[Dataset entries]

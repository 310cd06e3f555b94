import { regionCentroid } from "../geometry/area.ts";
import { boxOfPoints } from "../geometry/box.ts";
import { connectedPieces } from "../geometry/connected.ts";
import { type CutLine, cutPath } from "../geometry/cut-path.ts";
import { flattenPath } from "../geometry/flatten.ts";
import type { Kernel } from "../geometry/kernel.ts";
import type { Path, Point, Region } from "../geometry/path.ts";
import { placePath, unplacePoint } from "../geometry/placement.ts";
import { convexHull, type SmallestBox, smallestBox } from "../geometry/smallest-box.ts";
import { fitOnBed } from "../materials/bed-fit.ts";
import { partsOfOutline } from "./parts-of-outline.ts";
import { coveredBy, type Outline, type Shaped, shapedAboutMiddle } from "./shaped.ts";

export type Bed = { readonly widthMm: number; readonly heightMm: number };

/** How the seams run on the board: across the piece's longer side, upright, or level. */
export type SeamWay = "across" | "upright" | "level";

export type SplitChoice = {
  readonly seams: SeamWay;
  /** How many parts side by side; null for as few as go on the bed. */
  readonly count: number | null;
  /** How far the seams lie from where they part it evenly, mm along the parts. */
  readonly shiftMm: number;
};

export type SplitPart = {
  readonly shaped: Shaped;
  readonly region: Region;
  /** As it lies best on the bed. */
  readonly widthMm: number;
  readonly heightMm: number;
  readonly fits: boolean;
};

export type Split = {
  /** Whether it goes on the bed as it is, and need not be split. */
  readonly fitsWhole: boolean;
  readonly parts: readonly SplitPart[];
  /** Where the seams fall, from one side of the piece's box to the other, on the board. */
  readonly seams: readonly (readonly [Point, Point])[];
};

/** More parts than this beside each other are no split but a mistake, and more cells than that, either. */
export const mostParts = 12;
const mostCells = 24;
/** Splits tried before the first of them is given as it is: a cell that goes on the bed nearly always does with what is in it. */
const mostTries = 4;
/** A cut that would run through a node is moved aside by one of these, mm. */
const asideMm = [0, 0.013, -0.017, 0.031, -0.037, 0.059, -0.061, 0.11, -0.13];

/**
 * Splits an outline along straight seams so that each part goes on the bed, turned as need be: side by side, and where that
 * does not do, in rows, too. Its own curves are kept. A piece that hung together comes apart into all that the seams leave
 * apart. With a count, or seams moved, parts may be too large for the bed, and say so. Null for an outline that covers nothing, where
 * no seam meets it, and without a count where no split into up to 24 goes on the bed.
 */
export function splitToBed(outline: Outline, bed: Bed, choice: SplitChoice, kernel: Kernel): Split | null {
  const frame = frameOf(outline, choice.seams);
  if (!frame) return null;
  const grids = gridsFor(frame, bed, choice.count);
  if (grids.length === 0 && choice.count === null) return null;
  const isOne = connectedPieces(coveredBy(outline, kernel)).length === 1;
  const at = (grid: Grid, shiftMm: number) => splitAt(outline, frame, { grid, shiftMm, isOne, bed }, kernel);
  for (const grid of grids.slice(0, mostTries)) {
    const even = at(grid, 0);
    if (!even?.parts.every(({ fits }) => fits)) continue;
    return choice.shiftMm === 0 ? even : at(grid, choice.shiftMm);
  }
  return at(grids[0] ?? { columns: choice.count ?? mostParts, rows: 1 }, choice.shiftMm);
}

/** A box round the piece, turned: parts lie side by side along it. */
type Frame = {
  readonly along: Point;
  readonly from: number;
  readonly length: number;
  readonly low: number;
  readonly width: number;
};
type Grid = { readonly columns: number; readonly rows: number };

function frameOf({ path, placement }: Outline, seams: SeamWay): Frame | null {
  const hull = convexHull(flattenPath(placePath(path, placement)).flat());
  const box = smallestBox([hull]);
  if (!box || box.width === 0) return null;
  const radians = ((seams === "across" ? turnAcross(hull, box) : 0) * Math.PI) / 180;
  // Parts are numbered along it: from the left, and those of an upright piece from the top.
  const forth = Math.cos(radians) < -1e-9 ? -1 : 1;
  const along = seams === "level" ? { x: 0, y: 1 } : { x: forth * Math.cos(radians), y: forth * Math.sin(radians) };
  const [from, to] = extent(hull.map(({ x, y }) => x * along.x + y * along.y));
  const [low, high] = extent(hull.map(({ x, y }) => y * along.x - x * along.y));
  return { along, from, length: to - from, low, width: high - low };
}

/** Which way the longer side runs, degrees: upright or level for a piece that is hardly larger so, as a disc or a square on its side. */
function turnAcross(hull: readonly Point[], { length, width, turn }: SmallestBox): number {
  const upright = boxOfPoints(hull);
  if (!upright || upright.width * upright.height > length * width * 1.01) return turn;
  return upright.width >= upright.height ? 0 : 90;
}

const extent = (values: readonly number[]): readonly [number, number] => [
  values.reduce((a, b) => Math.min(a, b), Infinity),
  values.reduce((a, b) => Math.max(a, b), -Infinity),
];

/** Splits whose cells go on the bed, fewest parts first, and of equally many the one with fewer rows. */
function gridsFor({ length, width }: Frame, bed: Bed, count: number | null): Grid[] {
  const sizes = Array.from({ length: mostParts }, (_, index) => index + 1);
  const goes = (a: number, b: number) => a <= bed.widthMm && b <= bed.heightMm;
  return (count === null ? sizes : [count])
    .flatMap((columns) => sizes.map((rows) => ({ columns, rows })))
    .filter(({ columns, rows }) => columns * rows > 1 && columns * rows <= mostCells)
    .filter(({ columns, rows }) => {
      const [a, b] = [length / columns, width / rows];
      return goes(a, b) || goes(b, a);
    })
    .toSorted((a, b) => a.columns * a.rows - b.columns * b.rows || a.rows - b.rows);
}

type SplitAt = { readonly grid: Grid; readonly shiftMm: number; readonly isOne: boolean; readonly bed: Bed };

function splitAt(outline: Outline, frame: Frame, { grid, shiftMm, isOne, bed }: SplitAt, kernel: Kernel): Split | null {
  const { along, from, length, low, width } = frame;
  const across = { x: -along.y, y: along.x };
  const on = (a: number, b: number): Point => ({ x: a * along.x + b * across.x, y: a * along.y + b * across.y });
  const places = (count: number, start: number, size: number, shift: number) =>
    Array.from({ length: count - 1 }, (_, index) => start + (size * (index + 1)) / count + shift).filter(
      (place) => place > start && place < start + size,
    );
  const columns = places(grid.columns, from, length, shiftMm).map(
    (place) => [on(place, low), on(place, low + width), along] as const,
  );
  const rows = places(grid.rows, low, width, 0).map(
    (place) => [on(from, place), on(from + length, place), across] as const,
  );
  let paths: readonly Path[] = [outline.path];
  for (const seam of [...columns, ...rows]) paths = paths.flatMap((path) => cutAlong(path, seam, outline));
  if (paths.length < 2) return null;
  const parts = paths.flatMap((path) => (isOne ? loosened(path, outline, kernel) : [{ ...outline, path }]));
  const passed = (seams: readonly (readonly [Point, Point, Point])[], { x, y }: Point) =>
    seams.filter(([a, , aside]) => (x - a.x) * aside.x + (y - a.y) * aside.y > 0).length;
  const cellOf = ({ region }: SplitPart) => {
    const middle = regionCentroid(region) ?? { x: 0, y: 0 };
    return { row: passed(rows, middle), column: passed(columns, middle) };
  };
  const ordered = parts
    .flatMap((part) => measuredPart(part, bed, kernel) ?? [])
    .map((part) => ({ part, ...cellOf(part) }))
    .toSorted((a, b) => a.row - b.row || a.column - b.column);
  const fitsWhole = fitOnBed([convexHull(coveredBy(outline, kernel).flat())], bed)?.overMm === 0;
  return {
    fitsWhole,
    parts: ordered.map(({ part }) => part),
    seams: [...columns, ...rows].map(([a, b]) => [a, b] as const),
  };
}

function cutAlong(path: Path, [a, b, aside]: readonly [Point, Point, Point], { placement }: Outline): Path[] {
  for (const mm of asideMm) {
    const moved = ({ x, y }: Point) => unplacePoint({ x: x + mm * aside.x, y: y + mm * aside.y }, placement);
    const cut = cutPath(path, lineThrough(moved(a), moved(b)));
    if (!cut) continue;
    return [cut.left, cut.right].filter((side) => side.length > 0);
  }
  return [path];
}

function lineThrough(through: Point, to: Point): CutLine {
  const length = Math.hypot(to.x - through.x, to.y - through.y);
  return { through, along: { x: (to.x - through.x) / length, y: (to.y - through.y) / length } };
}

function loosened(path: Path, { placement }: Outline, kernel: Kernel): Outline[] {
  if (connectedPieces(coveredBy({ path, placement }, kernel)).length < 2) return [{ path, placement }];
  const parted = partsOfOutline({ path, placement }, kernel);
  return parted.parts.map((part) => ({ path: part.path, placement: parted.placement }));
}

function measuredPart(outline: Outline, bed: Bed, kernel: Kernel): SplitPart | null {
  const shaped = shapedAboutMiddle(outline);
  const region = coveredBy(outline, kernel);
  const fit = fitOnBed([convexHull(region.flat())], bed);
  if (!shaped || !fit) return null;
  return { shaped, region, widthMm: fit.widthMm, heightMm: fit.heightMm, fits: fit.overMm === 0 };
}
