import { regionAreaMm2 } from "../geometry/area.ts";
import { boxesOverlap, boxOfRegion } from "../geometry/box.ts";
import { connectedPieces } from "../geometry/connected.ts";
import type { Kernel } from "../geometry/kernel.ts";
import type { Region } from "../geometry/path.ts";
import { tracerOf } from "./drawn-rings.ts";
import { coveredBy, type Outline, type Shaped, shapedFromRegion } from "./shaped.ts";

export type Named<T> = T & { readonly id: string };

/** Pieces that become one; at least two. */
export type Joined = { readonly ids: readonly string[]; readonly shaped: Shaped };

/** What lies over each other by less than this only meets in a point, mm². */
export const leastOverlapMm2 = 1e-4;

/**
 * Joins outlines where they overlap or lie edge to edge. Each group that hangs together becomes one outline; what touches
 * no other is not among them. Groups come in the order of their first outline.
 */
export function joinOutlines(outlines: readonly Named<Outline>[], kernel: Kernel): Joined[] {
  const covered = outlines.map((outline) => ({ id: outline.id, region: coveredBy(outline, kernel) }));
  const all = kernel.union(
    covered.flatMap(({ region }) => region),
    "nonzero",
  );
  // An outline of several parts holds the parts together that it lies in.
  let groups: { ids: string[]; region: Region }[] = connectedPieces(all).map((region) => ({ ids: [], region }));
  for (const { id, region } of covered) {
    const [own, others] = parted(groups, (group) => overlaps(group.region, region, kernel));
    const ids = [...own.flatMap((group) => group.ids), id];
    groups = [...others, { ids, region: own.flatMap((group) => group.region) }];
  }
  const trace = tracerOf(outlines);
  const order = new Map(outlines.map(({ id }, index) => [id, index]));
  return groups
    .filter(({ ids }) => ids.length > 1)
    .map(({ ids, region }) => ({ ids: ids.toSorted((a, b) => (order.get(a) ?? 0) - (order.get(b) ?? 0)), region }))
    .toSorted((a, b) => (order.get(a.ids[0] ?? "") ?? 0) - (order.get(b.ids[0] ?? "") ?? 0))
    .flatMap(({ ids, region }) => {
      const shaped = shapedFromRegion(region, trace);
      return shaped ? [{ ids, shaped }] : [];
    });
}

/** Whether two regions share ground, not only an edge. */
export function overlaps(a: Region, b: Region, kernel: Kernel): boolean {
  const [boxA, boxB] = [boxOfRegion(a), boxOfRegion(b)];
  if (!boxA || !boxB || !boxesOverlap(boxA, boxB)) return false;
  return regionAreaMm2(kernel.intersect(a, b)) > leastOverlapMm2;
}

function parted<T>(list: readonly T[], is: (one: T) => boolean): readonly [T[], T[]] {
  const yes: T[] = [];
  const no: T[] = [];
  for (const one of list) (is(one) ? yes : no).push(one);
  return [yes, no];
}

## YOUR TASK
For this exercise, please copy exactly the lines from the one holding "kernel: Kernel): boolean" through the end of the records, the first and last included.

## TASK RESULT
export function overlaps(a: Region, b: Region, kernel: Kernel): boolean {
  const [boxA, boxB] = [boxOfRegion(a), boxOfRegion(b)];
  if (!boxA || !boxB || !boxesOverlap(boxA, boxB)) return false;
  return regionAreaMm2(kernel.intersect(a, b)) > leastOverlapMm2;
}

function parted<T>(list: readonly T[], is: (one: T) => boolean): readonly [T[], T[]] {
  const yes: T[] = [];
  const no: T[] = [];
  for (const one of list) (is(one) ? yes : no).push(one);
  return [yes, no];
}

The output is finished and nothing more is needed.